[[ Input, beginning ]]
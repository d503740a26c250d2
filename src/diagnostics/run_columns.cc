// A run file's kept samples grouped by chain, in kept order.
#include "diagnostics/run_columns.h"

#include <algorithm>

namespace credence::diagnostics {

std::vector<std::vector<Eigen::Index>> columns_by_chain(int chains,
                                                        const std::vector<std::int32_t>& chain_of,
                                                        const std::vector<std::int64_t>& index_of) {
  std::vector<std::vector<Eigen::Index>> columns(static_cast<std::size_t>(chains));
  for (std::size_t s = 0; s < chain_of.size(); ++s) {
    const int c = chain_of[s];
    if (c >= 0 && c < chains) columns[static_cast<std::size_t>(c)].push_back(static_cast<Eigen::Index>(s));
  }
  for (auto& list : columns) {
    std::sort(list.begin(), list.end(), [&](Eigen::Index a, Eigen::Index b) {
      return index_of[static_cast<std::size_t>(a)] < index_of[static_cast<std::size_t>(b)];
    });
  }
  return columns;
}

Chains chains_of_row(const Eigen::MatrixXf& values, Eigen::Index row,
                     const std::vector<std::vector<Eigen::Index>>& columns) {
  Chains out;
  for (const auto& list : columns) {
    std::vector<double> chain;
    chain.reserve(list.size());
    for (Eigen::Index s : list) chain.push_back(static_cast<double>(values(row, s)));
    out.push_back(std::move(chain));
  }
  return out;
}

Chains chains_of(const std::vector<double>& values,
                 const std::vector<std::vector<Eigen::Index>>& columns) {
  Chains out;
  for (const auto& list : columns) {
    std::vector<double> chain;
    chain.reserve(list.size());
    for (Eigen::Index s : list) chain.push_back(values[static_cast<std::size_t>(s)]);
    out.push_back(std::move(chain));
  }
  return out;
}

}  // namespace credence::diagnostics
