// Kernel Stein discrepancy with the IMQ kernel (include/credence/stein.h).
#include "credence/stein.h"

#include <fmt/format.h>

#include <cmath>
#include <limits>

namespace credence {
namespace {

// k0 from the pieces: squared distance, r . (s_y - s_x) and s_x . s_y.
double k0(double r2, double r_dot_score_gap, double score_dot, double d, const SteinKernel& k) {
  const double q = k.c * k.c + r2;
  const double b = k.beta;
  const double q_b1 = std::pow(q, b - 1);
  return -2 * b * d * q_b1 - 4 * b * (b - 1) * q_b1 / q * r2 + 2 * b * q_b1 * r_dot_score_gap +
         q_b1 * q * score_dot;
}

}  // namespace

double stein_kernel_value(const Eigen::VectorXd& x, const Eigen::VectorXd& y,
                          const Eigen::VectorXd& score_x, const Eigen::VectorXd& score_y,
                          const SteinKernel& kernel) {
  const Eigen::VectorXd r = x - y;
  return k0(r.squaredNorm(), r.dot(score_y - score_x), score_x.dot(score_y),
            static_cast<double>(x.size()), kernel);
}

Result<SteinDiscrepancy> kernel_stein_discrepancy(const Eigen::MatrixXd& draws,
                                                  const Eigen::MatrixXd& scores,
                                                  const SteinKernel& kernel) {
  if (!(kernel.c > 0) || !(kernel.beta > -1 && kernel.beta < 0) || !std::isfinite(kernel.c)) {
    return Status::invalid_input(fmt::format(
        "Stein kernel: c = {} and beta = {}; give c > 0 and beta in (-1, 0)", kernel.c,
        kernel.beta));
  }
  if (draws.cols() < 1 || draws.rows() < 1 || draws.rows() != scores.rows() ||
      draws.cols() != scores.cols()) {
    return Status::invalid_input(fmt::format(
        "Stein discrepancy: {} x {} draws against {} x {} scores; give one score per draw",
        draws.rows(), draws.cols(), scores.rows(), scores.cols()));
  }
  if (!draws.allFinite() || !scores.allFinite()) {
    return Status::invalid_input("Stein discrepancy: a draw or a score is not finite");
  }
  const Eigen::Index n = draws.cols();
  const auto d = static_cast<double>(draws.rows());
  // Pairwise products from three Gram matrices would need O(n^2) memory; the double loop
  // over i < j needs O(n d) and visits each pair once (k0 is symmetric).
  const Eigen::VectorXd x_dot_s = (draws.cwiseProduct(scores)).colwise().sum().transpose();
  double diagonal = 0, off = 0;
  for (Eigen::Index i = 0; i < n; ++i) {
    diagonal += k0(0, 0, scores.col(i).squaredNorm(), d, kernel);
    for (Eigen::Index j = i + 1; j < n; ++j) {
      const double r2 = (draws.col(i) - draws.col(j)).squaredNorm();
      // r . (s_j - s_i) = x_i.s_j - x_i.s_i - x_j.s_j + x_j.s_i
      const double gap = draws.col(i).dot(scores.col(j)) - x_dot_s[i] - x_dot_s[j] +
                         draws.col(j).dot(scores.col(i));
      off += 2 * k0(r2, gap, scores.col(i).dot(scores.col(j)), d, kernel);
    }
  }
  const auto nn = static_cast<double>(n);
  SteinDiscrepancy out;
  out.draws = n;
  out.v_statistic = (diagonal + off) / (nn * nn);
  out.u_statistic =
      n > 1 ? off / (nn * (nn - 1)) : std::numeric_limits<double>::quiet_NaN();
  out.ksd = std::sqrt(std::max(out.v_statistic, 0.0));
  return out;
}

}  // namespace credence
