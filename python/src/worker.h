// A long library call (train, compare) on a thread of its own, watched from Python: the
// caller's thread keeps the GIL free, hands progress to a Python callback four times a
// second, and turns Ctrl-C into the library's stop flag, so every run file is committed
// and left resumable before KeyboardInterrupt.
#pragma once

#include <pybind11/pybind11.h>

#include <functional>

#include "credence/train.h"

namespace credence::python {

/// Runs `job` with hooks whose stop flag Ctrl-C sets and whose progress reaches
/// `progress` (may be empty) as a dict: label, total_steps, total_samples, steps_done,
/// kept, loss, finished. Returns job's status, kInterrupted when Ctrl-C stopped it; an
/// exception from `progress` other than KeyboardInterrupt stops the job and is re-raised.
Status run_watched(const std::function<Status(const TrainHooks&)>& job,
                   const std::function<void(pybind11::dict)>& progress);

}  // namespace credence::python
[[ Input, end ]]
_What is expected_. For the string "values", give the number of lines in the entries that contain it, with no other words.

_Result of this task_. 4